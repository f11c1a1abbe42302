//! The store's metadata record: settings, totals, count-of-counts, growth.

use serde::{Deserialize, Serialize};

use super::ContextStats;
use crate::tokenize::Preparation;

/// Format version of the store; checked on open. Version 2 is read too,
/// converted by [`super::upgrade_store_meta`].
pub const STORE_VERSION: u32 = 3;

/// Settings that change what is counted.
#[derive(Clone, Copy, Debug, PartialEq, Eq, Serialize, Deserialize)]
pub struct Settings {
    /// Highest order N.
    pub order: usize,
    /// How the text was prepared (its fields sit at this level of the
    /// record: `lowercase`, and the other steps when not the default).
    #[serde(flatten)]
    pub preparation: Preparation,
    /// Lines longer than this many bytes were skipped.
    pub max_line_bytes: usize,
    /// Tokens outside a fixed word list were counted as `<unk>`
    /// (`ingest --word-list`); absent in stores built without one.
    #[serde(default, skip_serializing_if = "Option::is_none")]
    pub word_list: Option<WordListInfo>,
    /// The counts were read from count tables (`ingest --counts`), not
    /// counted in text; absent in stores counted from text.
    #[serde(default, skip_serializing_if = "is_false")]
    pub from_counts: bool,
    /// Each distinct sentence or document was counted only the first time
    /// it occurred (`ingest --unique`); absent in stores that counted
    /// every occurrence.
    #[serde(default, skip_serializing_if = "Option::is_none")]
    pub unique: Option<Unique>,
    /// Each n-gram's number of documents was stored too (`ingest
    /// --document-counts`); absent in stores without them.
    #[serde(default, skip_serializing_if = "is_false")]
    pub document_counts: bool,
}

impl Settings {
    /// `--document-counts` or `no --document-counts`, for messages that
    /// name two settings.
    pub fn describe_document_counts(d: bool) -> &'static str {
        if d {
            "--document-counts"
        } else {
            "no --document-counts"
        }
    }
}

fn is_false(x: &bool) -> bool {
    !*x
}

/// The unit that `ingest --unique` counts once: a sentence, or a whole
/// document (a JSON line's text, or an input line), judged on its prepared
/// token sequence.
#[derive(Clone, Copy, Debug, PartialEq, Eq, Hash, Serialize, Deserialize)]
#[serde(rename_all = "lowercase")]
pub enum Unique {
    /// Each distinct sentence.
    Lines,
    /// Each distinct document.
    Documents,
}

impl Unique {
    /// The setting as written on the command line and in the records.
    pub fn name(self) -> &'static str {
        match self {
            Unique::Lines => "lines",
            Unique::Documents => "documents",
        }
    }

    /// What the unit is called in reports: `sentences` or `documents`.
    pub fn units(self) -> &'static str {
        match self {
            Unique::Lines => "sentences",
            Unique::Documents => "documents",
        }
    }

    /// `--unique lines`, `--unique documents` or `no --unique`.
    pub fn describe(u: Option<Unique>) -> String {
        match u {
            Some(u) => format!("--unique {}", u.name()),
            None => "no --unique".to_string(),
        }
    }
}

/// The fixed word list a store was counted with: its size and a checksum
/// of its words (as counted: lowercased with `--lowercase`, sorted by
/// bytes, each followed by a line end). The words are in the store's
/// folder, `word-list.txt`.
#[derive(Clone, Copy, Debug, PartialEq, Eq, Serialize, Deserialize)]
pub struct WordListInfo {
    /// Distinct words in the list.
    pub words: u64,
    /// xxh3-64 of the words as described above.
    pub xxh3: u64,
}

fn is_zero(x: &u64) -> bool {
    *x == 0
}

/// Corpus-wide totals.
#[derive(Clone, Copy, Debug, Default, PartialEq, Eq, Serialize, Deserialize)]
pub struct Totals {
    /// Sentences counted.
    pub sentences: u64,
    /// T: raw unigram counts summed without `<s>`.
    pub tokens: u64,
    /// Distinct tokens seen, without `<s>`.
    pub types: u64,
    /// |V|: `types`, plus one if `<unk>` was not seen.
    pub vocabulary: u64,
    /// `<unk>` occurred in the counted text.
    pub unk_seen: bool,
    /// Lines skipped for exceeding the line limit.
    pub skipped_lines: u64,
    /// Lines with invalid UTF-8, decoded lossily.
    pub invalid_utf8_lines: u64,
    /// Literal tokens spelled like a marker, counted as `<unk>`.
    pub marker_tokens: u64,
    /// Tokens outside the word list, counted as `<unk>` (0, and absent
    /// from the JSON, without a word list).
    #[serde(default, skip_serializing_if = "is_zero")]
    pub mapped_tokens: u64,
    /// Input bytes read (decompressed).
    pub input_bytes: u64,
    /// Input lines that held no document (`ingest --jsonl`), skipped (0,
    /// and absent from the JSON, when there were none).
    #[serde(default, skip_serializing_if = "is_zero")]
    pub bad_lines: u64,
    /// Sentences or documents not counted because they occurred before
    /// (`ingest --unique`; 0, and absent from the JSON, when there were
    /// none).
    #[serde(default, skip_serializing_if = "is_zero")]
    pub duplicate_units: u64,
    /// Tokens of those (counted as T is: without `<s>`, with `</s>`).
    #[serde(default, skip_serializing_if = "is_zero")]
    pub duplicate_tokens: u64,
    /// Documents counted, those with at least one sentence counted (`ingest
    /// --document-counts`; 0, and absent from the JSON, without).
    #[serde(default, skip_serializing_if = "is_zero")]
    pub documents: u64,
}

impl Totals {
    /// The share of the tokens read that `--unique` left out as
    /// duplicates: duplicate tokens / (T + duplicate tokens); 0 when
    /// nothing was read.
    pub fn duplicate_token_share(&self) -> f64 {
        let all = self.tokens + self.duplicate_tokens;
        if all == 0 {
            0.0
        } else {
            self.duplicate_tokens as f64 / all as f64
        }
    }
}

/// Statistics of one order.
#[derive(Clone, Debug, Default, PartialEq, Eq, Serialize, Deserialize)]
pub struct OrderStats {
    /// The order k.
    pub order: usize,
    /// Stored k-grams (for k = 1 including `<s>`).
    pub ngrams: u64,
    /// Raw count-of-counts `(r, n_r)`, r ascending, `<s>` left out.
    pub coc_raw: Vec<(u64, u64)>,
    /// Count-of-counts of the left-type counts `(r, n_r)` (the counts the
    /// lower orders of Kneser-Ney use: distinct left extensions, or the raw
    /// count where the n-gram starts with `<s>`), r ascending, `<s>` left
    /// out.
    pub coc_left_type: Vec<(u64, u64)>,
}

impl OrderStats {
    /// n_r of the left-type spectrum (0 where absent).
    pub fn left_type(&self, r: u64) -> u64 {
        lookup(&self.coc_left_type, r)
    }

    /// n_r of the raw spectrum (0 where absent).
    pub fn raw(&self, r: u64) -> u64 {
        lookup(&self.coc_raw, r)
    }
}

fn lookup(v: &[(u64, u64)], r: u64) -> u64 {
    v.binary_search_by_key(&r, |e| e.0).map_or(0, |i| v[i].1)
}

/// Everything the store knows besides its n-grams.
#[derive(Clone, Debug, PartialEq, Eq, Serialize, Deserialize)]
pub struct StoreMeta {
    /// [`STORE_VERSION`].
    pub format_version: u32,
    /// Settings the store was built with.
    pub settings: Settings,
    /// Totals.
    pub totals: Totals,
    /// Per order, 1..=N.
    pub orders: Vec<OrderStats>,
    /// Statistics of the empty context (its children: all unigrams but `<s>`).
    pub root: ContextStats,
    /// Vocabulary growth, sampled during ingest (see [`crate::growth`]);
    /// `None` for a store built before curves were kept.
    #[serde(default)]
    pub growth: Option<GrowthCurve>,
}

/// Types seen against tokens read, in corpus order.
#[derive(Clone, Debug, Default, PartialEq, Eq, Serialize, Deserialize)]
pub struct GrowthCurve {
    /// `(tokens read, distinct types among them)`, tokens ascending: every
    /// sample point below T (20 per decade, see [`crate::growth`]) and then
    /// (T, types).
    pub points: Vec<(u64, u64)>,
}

About this task: Copy from the entries only those lines that hold the word "read".

Exercise solution:
/// Format version of the store; checked on open. Version 2 is read too,
    /// The counts were read from count tables (`ingest --counts`), not
    /// Input bytes read (decompressed).
    /// The share of the tokens read that `--unique` left out as
    /// nothing was read.
/// Types seen against tokens read, in corpus order.
    /// `(tokens read, distinct types among them)`, tokens ascending: every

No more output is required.